Surrey-White Rock MLA Trevor Halford and Surrey South MLA Stephanie Cadieux. (Contributed photos)

Surrey-White Rock MLA Trevor Halford and Surrey South MLA Stephanie Cadieux. (Contributed photos)

BC NDP ‘chose to create a system of chaos’ by holding back COVID-19 data: Cadieux

South Surrey MLAs criticize provincial government after BCCDC documents leak

Following the leaking of documents from the BC Centre for Disease Control that indicate the provincial NDP government has withheld COVID-19 data from the public, two South Surrey MLAs have added their voices to a chorus of criticism from the BC Liberals.

The documents, which were obtained this week by the Vancouver Sun, contained a detailed breakdown of case counts and vaccinations by neighbourhoods, rather than just by city or health region.

“Why have the NDP’s Surrey MLAs been silent on this issue?” asked Trevor Halford, MLA for Surrey-White Rock, in a news release issued Friday afternoon.

“Government has a responsibility to be honest with people, and now we find they have intentionally left our community here in the dark.”

The leaked reports, the BC Liberals note, show that the COVID-19 positivity rates in parts of Surrey were more than 20 per cent last week.

“Knowing the dire situation here in Surrey, with some neighbourhoods showing the highest positivity rate in the province, the NDP chose to create a system of chaos with vaccine pop-up clinics that were not planned nor able to get vaccines to those who needed them most,” added Stephanie Cadieux, MLA for Surrey South.

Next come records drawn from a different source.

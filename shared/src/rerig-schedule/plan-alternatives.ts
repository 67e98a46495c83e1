import type { ProgramSolver, SolveLimits } from './mixed-integer-program.js';
import type { PlanInput } from './plan-input.js';
import { DEFAULT_LIMITS, planVessel } from './plan-vessel.js';
import type { PlanPreference } from './plan-vessel.js';
import type { VesselPlan } from './vessel-plan.js';

/** The same vessel planned at least cost, with fewest visits, and each part as late as it may be; side by side. */
export function planAlternatives(
  input: PlanInput,
  solver: ProgramSolver,
  limits: SolveLimits = DEFAULT_LIMITS,
): Record<PlanPreference, VesselPlan> {
  return {
    'least-cost': planVessel(input, solver, limits, { preference: 'least-cost' }),
    'fewest-visits': planVessel(input, solver, limits, { preference: 'fewest-visits' }),
    'latest-allowed': planVessel(input, solver, limits, { preference: 'latest-allowed' }),
  };
}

In the same release, BC Liberal health critic Renee Merrifield called the holding back of information “a failure of government.”

On Friday afternoon, the provincial government held a press conference by phone with Drs. Bonnie Henry and Réka Gustafson.

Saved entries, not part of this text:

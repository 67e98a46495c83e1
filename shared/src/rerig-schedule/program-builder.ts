import type { MixedIntegerProgram } from './mixed-integer-program.js';

/** Collects columns and rows one by one; {@link ProgramBuilder.build} packs them. */
export class ProgramBuilder {
  readonly #costs: number[] = [];
  readonly #lowers: number[] = [];
  readonly #uppers: number[] = [];
  readonly #whole: number[] = [];
  readonly #rowLowers: number[] = [];
  readonly #rowUppers: number[] = [];
  readonly #rowStarts: number[] = [0];
  readonly #columnIndices: number[] = [];
  readonly #coefficients: number[] = [];

  get columnCount(): number {
    return this.#costs.length;
  }

  /** Adds a yes-or-no column and returns its number. */
  addChoice(cost: number): number {
    return this.#addColumn(cost, 0, 1, 1);
  }

  /** Adds a column of any value from lower to upper and returns its number. */
  addAmount(cost: number, lower: number, upper: number): number {
    return this.#addColumn(cost, lower, upper, 0);
  }

  /** Fixes a column. */
  fix(column: number, value: number): void {
    this.#lowers[column] = value;
    this.#uppers[column] = value;
  }

  /**
   * Adds the row lower <= sum of coefficient x column <= upper and returns its number.
   *
   * @param entries columns (each at most once) with their coefficients
   */
  addRow(
    lower: number,
    upper: number,
    entries: readonly (readonly [column: number, coefficient: number])[],
  ): number {
    for (const [column, coefficient] of entries) {
      this.#columnIndices.push(column);
      this.#coefficients.push(coefficient);
    }
    this.#rowStarts.push(this.#columnIndices.length);
    this.#rowLowers.push(lower);
    this.#rowUppers.push(upper);
    return this.#rowLowers.length - 1;
  }

  /** The packed program. */
  build(): MixedIntegerProgram {
    return {
      costs: Float64Array.from(this.#costs),
      lowers: Float64Array.from(this.#lowers),
      uppers: Float64Array.from(this.#uppers),
      whole: Uint8Array.from(this.#whole),
      rowLowers: Float64Array.from(this.#rowLowers),
      rowUppers: Float64Array.from(this.#rowUppers),
      rowStarts: Int32Array.from(this.#rowStarts),
      columnIndices: Int32Array.from(this.#columnIndices),
      coefficients: Float64Array.from(this.#coefficients),
    };
  }

  #addColumn(cost: number, lower: number, upper: number, whole: number): number {
    this.#costs.push(cost);
    this.#lowers.push(lower);
    this.#uppers.push(upper);
    this.#whole.push(whole);
    return this.#costs.length - 1;
  }
}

Gustafson, of the BC CDC, said the data wasn’t disclosed because it wasn’t “at the standard” the BC CDC considers viable for release to the public.

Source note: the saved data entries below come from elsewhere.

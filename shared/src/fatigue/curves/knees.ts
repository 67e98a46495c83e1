import type { Curve } from './curve.js';

/** A place where a curve changes its slope or ends. */
export interface Knee {
  /** Range, in the curve's measure. */
  range: number;
  /** Cycles to failure just above it. */
  cyclesAbove: number;
  /** Cycles to failure just below it; Infinity at a cut-off. */
  cyclesBelow: number;
}

/** The knees of a curve from high to low ranges, and its cut-off last where it has one. */
export function knees(curve: Curve): Knee[] {
  return curve.segments
    .map(({ above, m, log10a }, index) => {
      const below = curve.segments.at(index + 1);
      return {
        range: above,
        cyclesAbove: 10 ** (log10a - m * Math.log10(above)),
        cyclesBelow: below === undefined ? Infinity : 10 ** (below.log10a - below.m * Math.log10(above)),
      };
    })
    .filter(({ range }) => range > 0);
}
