class FirmRun {
  readonly #limits: RoomLimit[];
  readonly #options: VesselOption[][];
  readonly #withoutDecisions: boolean[];
  readonly #givesWay: boolean[];
  readonly #remarks: string[][];
  readonly #beyondMinor: number;
  #prices: number[];
  #boundMinor = -Infinity;
  #rounds = 0;
  #lateMode = false;
  #isShort = false;

  constructor(
    private readonly firm: FirmInput,
    private readonly settings: FirmSettings,
  ) {
    this.#limits = roomLimits(firm.windows);
    this.#options = firm.vessels.map(() => []);
    this.#withoutDecisions = firm.vessels.map(() => false);
    this.#givesWay = firm.vessels.map(() => false);
    this.#remarks = firm.vessels.map(() => []);
    this.#prices = this.#limits.map(() => 0);
    this.#beyondMinor = lastResortMinor(firm);
  }

  /** Every vessel's cheapest plan as if it were alone: the sum is the first bound. */
  async begin(): Promise<void> {
    const answers = await this.#askAll(this.#prices, false);
    answers.forEach(({ option, withoutDecisions, hasToGiveWay, impossible }, vessel) => {
      this.#remarks[vessel] = withoutDecisions ? [CONTRADICTION] : impossible;
      this.#withoutDecisions[vessel] = withoutDecisions;
      this.#givesWay[vessel] = hasToGiveWay;
      this.#keep(vessel, option);
    });
    this.#advance(this.#boundAt(this.#prices, answers));
  }

  /**
   * Finds prices on the relaxed programs, then whole plans at and around them.
   *
   * @returns true where the yard is short of room: even split plans cannot all be in time
   */
  async findOptions(lateMode: boolean): Promise<boolean> {
    const { settings } = this;
    if (lateMode) {
      // A bound for plans in time says nothing about plans that may be late.
      this.#boundMinor = -Infinity;
      this.#lateMode = true;
    }
    const relaxed = relaxedPrices(
      this.firm,
      this.firm.vessels.map((_, vessel) => ({
        input: this.#inputOf(vessel),
        lateAllowed: lateMode || this.#givesWay[vessel],
      })),
      this.#limits,
      settings.solver,
      { elapsedS: settings.elapsedS, untilS: this.#until(RELAXED_SHARE), gap: VESSEL_GAP / 2 },
    );
    this.#rounds += relaxed.rounds;
    this.#advance(relaxed.boundMinor);
    this.#prices = relaxed.pricesMinor;
    // Whole plans in time are of use where there is room for them, and late ones where there is not. Where only a plan here
    // and there did not fit, those found in time are the better start for plans that may be late.
    const isFirstAttempt = !lateMode;
    if (isFirstAttempt) this.#isShort = relaxed.isShort;
    if (isFirstAttempt !== this.#isShort) await this.#findWholeOptions(relaxed.pricesMinor, lateMode);
    return this.#isShort;
  }

  async #findWholeOptions(pricesMinor: number[], lateMode: boolean): Promise<void> {
    const { settings } = this;
    const untilS = this.#until(WHOLE_SHARE);
    let best = pricesMinor;
    let bestMinor = -Infinity;
    let asked = best;
    for (let round = 0; round < WHOLE_ROUNDS; round++) {
      const beganS = settings.elapsedS();
      const answers = await this.#askAll(asked, lateMode);
      const boundMinor = this.#boundAt(asked, answers);
      if (boundMinor > bestMinor) {
        bestMinor = boundMinor;
        best = asked;
      }
      this.#advance(boundMinor);
      const isNew = answers.map(({ option }, vessel) => this.#keep(vessel, option)).includes(true);
      const { program, rows } = this.#master(false);
      const mix = settings.solver.solve(program, { timeLimitS: VESSEL_LIMIT_S, relativeGap: 0 });
      if (mix.rowDuals === null) break;
      const isGood =
        mix.objective * MINOR_PER_PROGRAM_UNIT - this.#boundMinor <=
        (settings.targetGap / 4) * Math.abs(this.#boundMinor);
      const nowS = settings.elapsedS();
      if (isGood || !isNew || 2 * nowS - beganS >= untilS) break;
      const wanted = rows.map((row) => Math.max(0, -mix.rowDuals![row] * MINOR_PER_PROGRAM_UNIT));
      asked = wanted.map(
        (price, at) => best[at] + PRICE_STEP * (Math.min(price, 4 * best[at] + 1) - best[at]),
      );
    }
    this.#prices = best;
  }

  /** One option per vessel within the yard's room; null where that takes running later than must be. */
  async pickAndFit(lateMode: boolean): Promise<VesselOption[] | null> {
    let picked = this.#pick();
    let raised = this.#prices;
    for (let attempt = 1; !(await this.#fitAll(picked, lateMode)); attempt++) {
      const isOver = this.settings.elapsedS() >= OVERTIME * this.settings.timeLimitS;
      if (lateMode) break;
      if (attempt > PICK_ATTEMPTS || isOver) return null;
      // Where plans still pass a limit, its price goes up, vessels that use it are asked for plans that keep out of it,
      // and the pick is made anew among more plans.
      const left = this.#leftBy(picked);
      raised = raised.map((price, at) =>
        left[at] < -SAME
          ? 2 * price + (attempt * this.#beyondMinor) / (1000 * this.#limits[at].limit + 1)
          : price,
      );
      const prices = pricesPerWindow(this.#limits, raised);
      await Promise.all(
        picked.map(async (option, vessel) => {
          if (!this.#limits.some((limit, at) => left[at] < -SAME && useOf(option, limit) > 0)) return;
          const answer = await this.#ask(vessel, { prices, lateAllowed: false });
          if (answer !== null) this.#keep(vessel, answer.option);
        }),
      );
      picked = this.#pick();
    }
    await this.#improve(picked, lateMode);
    return picked;
  }

  #pick(): VesselOption[] {
    const columns = this.#columns();
    const solved = this.settings.solver.solve(this.#master(true).program, {
      timeLimitS: Math.max(LEAST_PICKING_S, this.#until(PICKING_SHARE) - this.settings.elapsedS()),
      relativeGap: VESSEL_GAP,
    });
    const picked = this.#options.map(([first]) => first);
    columns.forEach(({ vessel, option }, column) => {
      if ((solved.values?.[column] ?? 0) > 0.5) picked[vessel] = option;
    });
    return picked;
  }

  report(picked: VesselOption[]): FirmPlan {
    const { firm } = this;
    const totalMinor = sum(picked.map(({ costMinor }) => costMinor));
    const weight = sum(picked.map((option) => weightMinor(option, firm)));
    const vessels = firm.vessels.map(({ vesselId, name }, vessel) => {
      const model = vesselModel(this.#inputOf(vessel));
      const { choice } = picked[vessel];
      const remarks = this.#remarks[vessel];
      return {
        vesselId,
        name,
        plan: readPlan(model, choice, lateTasksOf(model, choice), remarks),
      };
    });
    const boundMinor = Math.min(weight, this.#boundMinor);
    const unavoidableMinor = this.#unavoidableMinor();
    const gap = weight - unavoidableMinor <= 0 ? 0 : (weight - boundMinor) / (weight - unavoidableMinor);
    return {
      vessels,
      totalMinor,
      lateDays: sum(picked.map(({ lateDays }) => lateDays)),
      proof: {
        ended: gap <= this.settings.targetGap ? 'within-gap' : 'time-limit',
        weightMinor: weight - unavoidableMinor,
        boundMinor: boundMinor - unavoidableMinor,
        gap,
        lateCounted: this.#lateMode,
        rounds: this.#rounds,
      },
      windows: this.#windowsOf(picked),
    };
  }

  async #askAll(prices: readonly number[], lateAllowed: boolean): Promise<FirmVesselAnswer[]> {
    const perWindow = pricesPerWindow(this.#limits, prices);
    return Promise.all(
      this.firm.vessels.map(async (_, vessel) => {
        const answer = await this.#ask(vessel, { prices: perWindow, lateAllowed });
        if (answer === null)
          throw new Error(`${this.firm.vessels[vessel].name}: no plan exists, not even a late one.`);
        return answer;
      }),
    );
  }

  async #ask(
    vessel: number,
    question: Pick<FirmVesselRequest, 'prices' | 'room' | 'lateAllowed'>,
  ): Promise<FirmVesselAnswer | null> {
    return this.settings.askVessel({
      ...question,
      lateAllowed: question.lateAllowed || this.#givesWay[vessel],
      input: this.#inputOf(vessel),
      lateDayCostMinor: this.firm.lateDayCostMinor,
      limits: {
        timeLimitS: VESSEL_LIMIT_S,
        relativeGap: question.room === undefined ? VESSEL_GAP : REFIT_GAP,
      },
    });
  }

  #boundAt(prices: readonly number[], answers: readonly FirmVesselAnswer[]): number {
    const worth = sum(this.#limits.map(({ limit }, at) => limit * prices[at]));
    return sum(answers.map(({ boundMinor }) => boundMinor)) - worth;
  }

  /** Adds an option unless the vessel has one that weighs and uses the same. */
  #keep(vessel: number, option: VesselOption): boolean {
    const keyOf = ({ costMinor, lateDays, uses }: VesselOption): string =>
      JSON.stringify([costMinor, lateDays, uses]);
    const key = keyOf(option);
    if (this.#options[vessel].some((known) => keyOf(known) === key)) return false;
    this.#options[vessel].push(option);
    return true;
  }

  #columns(): (MasterColumn & { option: VesselOption })[] {
    return this.#options.flatMap((options, vessel) =>
      options.map((option) => ({
        vessel,
        option,
        weightMinor: weightMinor(option, this.firm),
        uses: this.#limits.map((limit) => useOf(option, limit)),
      })),
    );
  }

  #master(whole: boolean): FirmMaster {
    return firmMaster(this.#limits, this.firm.vessels.length, this.#columns(), this.#beyondMinor, whole);
  }

  #inputOf(vessel: number): PlanInput {
    const { input } = this.firm.vessels[vessel];
    return this.#withoutDecisions[vessel] ? { ...input, decisions: NO_DECISIONS } : input;
  }

  #advance(boundMinor: number): void {
    this.#rounds += 1;
    this.#boundMinor = Math.max(this.#boundMinor, boundMinor);
    this.settings.onProgress?.({ round: this.#rounds, boundMinor: this.#boundMinor });
  }

  /** Moment at which a share of the time left will be over. */
  #until(share: number): number {
    const now = this.settings.elapsedS();
    return now + share * Math.max(0, this.settings.timeLimitS - now);
  }

  /** Plans vessels anew within the room the others leave until no limit is passed. */
  async #fitAll(picked: VesselOption[], lateAllowed: boolean): Promise<boolean> {
    for (;;) {
      const left = this.#leftBy(picked);
      const passed = this.#limits.findIndex((_, at) => left[at] < -SAME);
      if (passed < 0) return true;
      const limit = this.#limits[passed];
      // Vessels whose leaving would be just enough come first; trying every one of a full window would take too long.
      const candidates = picked
        .map((option, vessel) => ({ vessel, spare: useOf(option, limit) + left[passed] }))
        .filter(({ vessel }) => useOf(picked[vessel], limit) > 0)
        .sort(
          (one, other) =>
            Number(one.spare < 0) - Number(other.spare < 0) || Math.abs(one.spare) - Math.abs(other.spare),
        )
        .slice(0, FIT_CANDIDATES)
        .map(({ vessel }) => vessel);
      const fits = await Promise.all(
        candidates.map(async (vessel) => ({
          vessel,
          answer: await this.#refit(picked, vessel, lateAllowed),
        })),
      );
      let best: { vessel: number; option: VesselOption; more: number } | null = null;
      for (const { vessel, answer } of fits) {
        if (answer === null || useOf(answer.option, limit) >= useOf(picked[vessel], limit)) continue;
        const more = weightMinor(answer.option, this.firm) - weightMinor(picked[vessel], this.firm);
        if (best === null || more < best.more) best = { vessel, option: answer.option, more };
      }
      if (best === null) return false;
      picked[best.vessel] = best.option;
      this.#keep(best.vessel, best.option);
    }
  }

  /** One vessel after the other is planned anew within the room the others leave, while that gains and time is left. */
  async #improve(picked: VesselOption[], lateAllowed: boolean): Promise<void> {
    const { settings, firm } = this;
    const isGood = (): boolean => {
      const weight = sum(picked.map((option) => weightMinor(option, firm)));
      return weight - this.#boundMinor <= settings.targetGap * (weight - this.#unavoidableMinor());
    };
    for (let gained = true; gained;) {
      gained = false;
      // Vessels that pay most above their cheapest option have most to gain.
      const order = picked
        .map((option, vessel) => {
          const cheapest = Math.min(...this.#options[vessel].map((known) => weightMinor(known, firm)));
          return { vessel, above: weightMinor(option, firm) - cheapest };
        })
        .filter(({ above }) => above > 0)
        .sort((one, other) => other.above - one.above);
      for (const { vessel } of order) {
        if (isGood() || settings.elapsedS() >= settings.timeLimitS) return;
        const answer = await this.#refit(picked, vessel, lateAllowed);
        if (answer === null || weightMinor(answer.option, firm) >= weightMinor(picked[vessel], firm))
          continue;
        picked[vessel] = answer.option;
        gained = true;
      }
    }
  }

  #refit(
    picked: readonly VesselOption[],
    vessel: number,
    lateAllowed: boolean,
  ): Promise<FirmVesselAnswer | null> {
    const left = this.#leftBy(picked);
    const withOwn = this.#limits.map((limit, at) => left[at] + useOf(picked[vessel], limit));
    return this.#ask(vessel, { room: roomPerWindow(this.#limits, withOwn), lateAllowed });
  }

  #leftBy(picked: readonly VesselOption[]): number[] {
    return this.#limits.map((limit) => limit.limit - sum(picked.map((option) => useOf(option, limit))));
  }

  /** What the days weigh that no plan of a vessel avoids: the same in every plan, so no part of the gap. */
  #unavoidableMinor(): number {
    return sum(
      this.#options.map(
        (options) => Math.min(...options.map(({ lateDays }) => lateDays)) * this.firm.lateDayCostMinor,
      ),
    );
  }

  #windowsOf(picked: readonly VesselOption[]): FirmPlan['windows'] {
    return this.firm.windows.map(({ id, riggerHours, berths }) => {
      const visits = picked.flatMap((option, vessel) => {
        const use = option.uses.find(({ windowId }) => windowId === id);
        return use === undefined
          ? []
          : [{ vesselId: this.firm.vessels[vessel].vesselId, kind: use.kind, hours: use.hours }];
      });
      const priceOf = (kind: RoomLimit['kind']): number => {
        const at = this.#limits.findIndex((limit) => limit.windowId === id && limit.kind === kind);
        return at < 0 ? 0 : Math.round(this.#prices[at]);
      };
      const hours = sum(visits.map((visit) => visit.hours));
      return {
        windowId: id,
        visits,
        hours,
        hoursRoom: riggerHours ?? null,
        hourPriceMinor: priceOf(null),
        berths: VISIT_KINDS.map((kind) => ({
          kind,
          used: visits.filter((visit) => visit.kind === kind).length,
          room: berths?.[kind] ?? null,
          priceMinor: priceOf(kind),
        })),
        isOverfull:
          (riggerHours !== undefined && hours > riggerHours + SAME) ||
          VISIT_KINDS.some(
            (kind) => visits.filter((visit) => visit.kind === kind).length > (berths?.[kind] ?? Infinity),
          ),
      };
    });
  }
}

Workers dedicate their time to collect and distribute data based on what is of interest at the time, Gustafson said.

Henry, meanwhile, said B.C. “doesn’t have systems to support the consistent collection of the same data over time.”

“We have huge gaps still,” she said, noting a lack of collected data on workplace outbreaks and minority and cultural groups in communities of the province.

“Every single day we are looking to making this better,” Gustafson said.

As it stands, health regions are more often able to provide up-to-date data on COVID-19 cases and immunizations than provincial-level officials.

Currently, officials release weekly case counts segmented by Local Health Service areas, which can include groupings of populations of cities the size of Surrey (over 500,000). The internal report doesn’t show data broken down by rural region.

News agencies across the province, including Black Press Media, have asked in the past for more detailed breakdowns of COVID cases, with officials stating concerns of privacy.

There have been 134,000 confirmed cases of the contagious respiratory illness in B.C. since January 2020.

Other regions in the country, such as Toronto and central Alberta, are seeing steady daily case counts reported in neighbourhood data.